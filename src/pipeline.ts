/**
 * The composition root (STYLE.md habit 1): the only file that knows the order of
 * the stages. read → map columns & units → validate → links → formulas → QC →
 * summary. Writing is the caller's choice (see outputs.ts); recalculate()
 * prints nothing and never exits.
 */
import { createHash } from 'node:crypto';
import { createReadStream } from 'node:fs';
import { basename } from 'node:path';
import { mapColumns, type ColumnMap } from './columns/map.js';
import { buildTable, type WorkTable } from './columns/table.js';
import { findLinks, type Links } from './engine/links.js';
import { compileMethod, evaluateFormulas } from './engine/evaluate.js';
import { parseNumberCell } from './columns/numbers.js';
import { isCanonicalField } from './domain/fields.js';
import { FLAG_CODES, type Flag, type ResultFlag, type ResultNote, type SpreadsheetRow } from './issues.js';
import { loadMethod } from './method/load.js';
import type { OnProgress } from './progress.js';
import type { Method } from './domain/method.js';
import { assessQc, type QcResult } from './qc/assess.js';
import type { InHouseLimits } from './qc/limits.js';
import { readWorklist, withSheetHint } from './read/worklist.js';
import type { RawTable } from './read/types.js';
import { summarize, type GroupSummary, type Verdict } from './summary/summarize.js';
import { RESULT_COLUMN, expandedUncertaintyColumns, uncertaintyTable, type UncertaintyTable } from './qc/uncertainty.js';

export interface RecalcOptions {
  /** Method file path, or a method already loaded. */
  method: string | Method;
  /** XLSX: sheet to read (default the first). */
  sheet?: string;
  /** Refuse worklists larger than this many bytes (default 256 MiB). */
  maxBytes?: number;
  /** Refuse XLSX files that unpack past this many bytes (default 512 MiB). */
  maxUnpackedBytes?: number;
  /** Told how far the run has got (rows read, evaluated); the CLI draws it on a terminal (progress.ts). */
  onProgress?: OnProgress;
  /** In-house recovery limits from the QC history (used when the method's qc.limits is in_house). */
  inHouse?: InHouseLimits;
  /** Expanded uncertainty per analyte from the QC history (qc/uncertainty.ts); a method's fixed U wins. */
  uncertainty?: UncertaintyTable;
}

export interface WorklistInfo {
  path: string;
  name: string;
  bytes: number;
  sha256: string;
}

export interface RecalcResult {
  worklist: WorklistInfo;
  method: Method;
  /**
   * The method's formulas as compiled once (engine/evaluate.ts): what each reads, and its parsed tree, which
   * the workbook translates into spreadsheet formulas. The tree is opaque here so that the public types
   * carry no parser's types.
   */
  compiled: { formulas: ReadonlyArray<{ name: string; dependencies: readonly string[]; node: unknown }> };
  /**
   * How a text cell of this worklist reads as a number (the file's one number format), or undefined when it
   * does not: the workbook stores a CSV's numeric cells as numbers by it, without reading the file again.
   */
  readNumber(text: string): number | undefined;
  /** The worklist verbatim. */
  raw: RawTable;
  columnMap: ColumnMap;
  table: WorkTable;
  links: Links;
  /** Computed columns by name, in the method's order. */
  computed: Map<string, Float64Array>;
  /** Input errors and QC flags, sorted by row; each with its `spreadsheetRow`. */
  flags: ResultFlag[];
  /** Notes for the reviewer, sorted by row; each with its `spreadsheetRow`. */
  notes: ResultNote[];
  /** Per row, the flag codes `;`-joined (each code once, in the order of FLAG_CODES). */
  rowFlags: string[];
  qc: QcResult;
  groups: GroupSummary[];
  verdict: Verdict;
  rowsIn: number;
  rowsOut: number;
  /** The expanded uncertainty of the sample results, when the method or the QC history gives one for an analyte. */
  uncertainty?: ResultsUncertainty;
}

export interface ResultsUncertainty {
  /** The U (percent, k) per analyte and where it comes from. */
  byAnalyte: UncertaintyTable;
  /** Absolute U of each sample result, in the result's unit (NaN where none). */
  expanded: Float64Array;
  /** The coverage factor of each U (NaN where none). */
  k: Float64Array;
  /** The result's unit. */
  unit: string;
}

export async function recalculate(worklistPath: string, options: RecalcOptions): Promise<RecalcResult> {
  const method = typeof options.method === 'string' ? loadMethod(options.method) : options.method;
  compileMethod(method); // a bad formula stops before the worklist is read (kept for the stages after reading)
  const raw = await readWorklist(worklistPath, {
    sheet: options.sheet,
    maxBytes: options.maxBytes,
    maxUnpackedBytes: options.maxUnpackedBytes,
    onRows: options.onProgress && ((rows, fraction) => options.onProgress!({ stage: 'read', rows, fraction })),
  });
  options.onProgress?.({ stage: 'read', rows: raw.rowCount, totalRows: raw.rowCount, fraction: 1 });
  const worklist = await describeFile(worklistPath);
  return recalculateTable(raw, { method, worklist, onProgress: options.onProgress, inHouse: options.inHouse, uncertainty: options.uncertainty });
}

/** The stages after reading, for callers that already hold a RawTable. */
export function recalculateTable(
  raw: RawTable,
  ctx: { method: Method; worklist: WorklistInfo; onProgress?: OnProgress; inHouse?: InHouseLimits; uncertainty?: UncertaintyTable },
): RecalcResult {
  const { method } = ctx;
  // The stages after reading take about equal time; each one done moves "evaluated" on.
  const stageDone = (k: number) => ctx.onProgress?.({ stage: 'evaluate', rows: Math.round((raw.rowCount * k) / 5), totalRows: raw.rowCount });
  const compiled = compileMethod(method); // once per method: recalculate() compiled it already, to fail early
  let columnMap: ColumnMap;
  try {
    columnMap = mapColumns(raw, method);
  } catch (err) {
    throw withSheetHint(err, raw);
  }
  const table = buildTable(raw, columnMap, method);
  stageDone(1);
  const texts = table.texts;
  const links = findLinks({
    rowCount: table.rowCount,
    sampleType: table.sampleType,
    sampleId: texts.get('sample_id')!,
    parentId: texts.get('parent_id')!,
    analyte: texts.get('analyte')!,
    batchId: texts.get('batch_id')!,
  });
  stageDone(2);
  const surrogate = new Float64Array(table.rowCount);
  for (let r = 0; r < table.rowCount; r++) {
    const a = table.analyteIndex[r]!;
    surrogate[r] = a >= 0 && method.analytes[a]!.surrogate ? 1 : 0;
  }
  const numbers = new Map(table.numbers);
  numbers.set('surrogate', surrogate);
  const evaluated = evaluateFormulas(compiled, method.formulas, {
    rowCount: table.rowCount,
    numbers,
    texts,
    parentRow: links.parentRow,
    pairRow: links.pairRow,
    // Rows with an input error, and carried rows (calibrators), are not computed.
    rowError: table.carried.some((x) => x === 1) ? table.rowError.map((e, r) => e | table.carried[r]!) : table.rowError,
  });
  stageDone(3);
  // The U of each sample result comes before QC, which formats the reported result (with "± U" where the method asks).
  const uncertainty = resultsUncertainty(method, { table, computed: evaluated.columns, surrogate, fromHistory: ctx.uncertainty });
  const qc = assessQc({
    method,
    rowCount: table.rowCount,
    rowNumbers: raw.rowNumbers,
    sampleType: table.sampleType,
    analyteIndex: table.analyteIndex,
    texts,
    numbers,
    computed: evaluated.columns,
    links,
    rowError: table.rowError,
    nondetect: table.nondetect,
    nondetectLimit: table.nondetectLimit,
    inHouse: ctx.inHouse,
    expandedUncertainty: uncertainty?.expanded,
    headerOf: (field) => (isCanonicalField(field) ? columnMap.fields.get(field)?.header : undefined),
  });
  stageDone(4);
  const flags = atSpreadsheetRows([...table.errors, ...qc.flags].sort((a, b) => a.row - b.row), raw.rowNumbers);
  const { groups, overall } = summarize({
    rowCount: table.rowCount,
    sampleType: table.sampleType,
    texts,
    computed: evaluated.columns,
    rowError: table.rowError,
    flags,
    qc,
  });
  const notes = atSpreadsheetRows([...table.notes, ...evaluated.notes, ...qc.notes].sort((a, b) => a.row - b.row), raw.rowNumbers);
  stageDone(5);
  return {
    worklist: ctx.worklist,
    method,
    compiled,
    readNumber: (text) => {
      const parsed = parseNumberCell(text, table.numberFormat);
      return parsed.ok && Number.isFinite(parsed.value) ? parsed.value : undefined;
    },
    raw,
    columnMap,
    table,
    links,
    computed: evaluated.columns,
    flags,
    notes,
    rowFlags: joinRowFlags(table.rowCount, flags),
    qc,
    groups,
    verdict: overall,
    rowsIn: raw.rowCount,
    rowsOut: table.rowCount,
    uncertainty,
  };
}

/**
 * Each flag or note with the row a spreadsheet user counts (the reader's row number of its
 * data row); copies, so that the stages' own results stay as those stages made them.
 */
function atSpreadsheetRows<T extends { row: number }>(items: T[], rowNumbers: ArrayLike<number>): Array<T & SpreadsheetRow> {
  return items.map((item) => ({ ...item, spreadsheetRow: rowNumbers[item.row]! }));
}
/** The U of every sample result, when the method or the history gives one for any analyte. */
function resultsUncertainty(
  method: Method,
  p: { table: WorkTable; computed: Map<string, Float64Array>; surrogate: Float64Array; fromHistory?: UncertaintyTable },
): ResultsUncertainty | undefined {
  const byAnalyte = uncertaintyTable(method, p.fromHistory);
  const result = p.computed.get(RESULT_COLUMN);
  if (byAnalyte.size === 0 || !result) return undefined;
  const unit = method.formulas.find((f) => f.name === RESULT_COLUMN)?.unit ?? method.units.concentration;
  const columns = expandedUncertaintyColumns({
    rowCount: p.table.rowCount,
    sampleType: p.table.sampleType,
    analyte: p.table.texts.get('analyte')!,
    surrogate: p.surrogate,
    result,
    table: byAnalyte,
  });
  return { byAnalyte, ...columns, unit };
}


function joinRowFlags(n: number, flags: readonly Flag[]): string[] {
  // Sets only for rows that have a flag: most rows have none.
  const perRow = new Map<number, Set<string>>();
  for (const f of flags) {
    if (!(f.row >= 0 && f.row < n)) continue;
    let codes = perRow.get(f.row);
    if (!codes) perRow.set(f.row, (codes = new Set()));
    codes.add(f.code);
  }
  const out = new Array<string>(n).fill('');
  for (const [row, codes] of perRow) out[row] = FLAG_CODES.filter((c) => codes.has(c)).join(';');
  return out;
}

export async function describeFile(path: string): Promise<WorklistInfo> {
  const hash = createHash('sha256');
  let bytes = 0;
  for await (const chunk of createReadStream(path)) {
    hash.update(chunk as Buffer);
    bytes += (chunk as Buffer).length;
  }
  return { path, name: basename(path), bytes, sha256: hash.digest('hex') };
}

> [Required work]:
Reproduce exactly the entries above, limited to the lines from the one with "const unit = method.formulas.find((f)" through the one with "for (const f", both included.

> [Expected answer]:
  const unit = method.formulas.find((f) => f.name === RESULT_COLUMN)?.unit ?? method.units.concentration;
  const columns = expandedUncertaintyColumns({
    rowCount: p.table.rowCount,
    sampleType: p.table.sampleType,
    analyte: p.table.texts.get('analyte')!,
    surrogate: p.surrogate,
    result,
    table: byAnalyte,
  });
  return { byAnalyte, ...columns, unit };
}


function joinRowFlags(n: number, flags: readonly Flag[]): string[] {
  // Sets only for rows that have a flag: most rows have none.
  const perRow = new Map<number, Set<string>>();
  for (const f of flags) {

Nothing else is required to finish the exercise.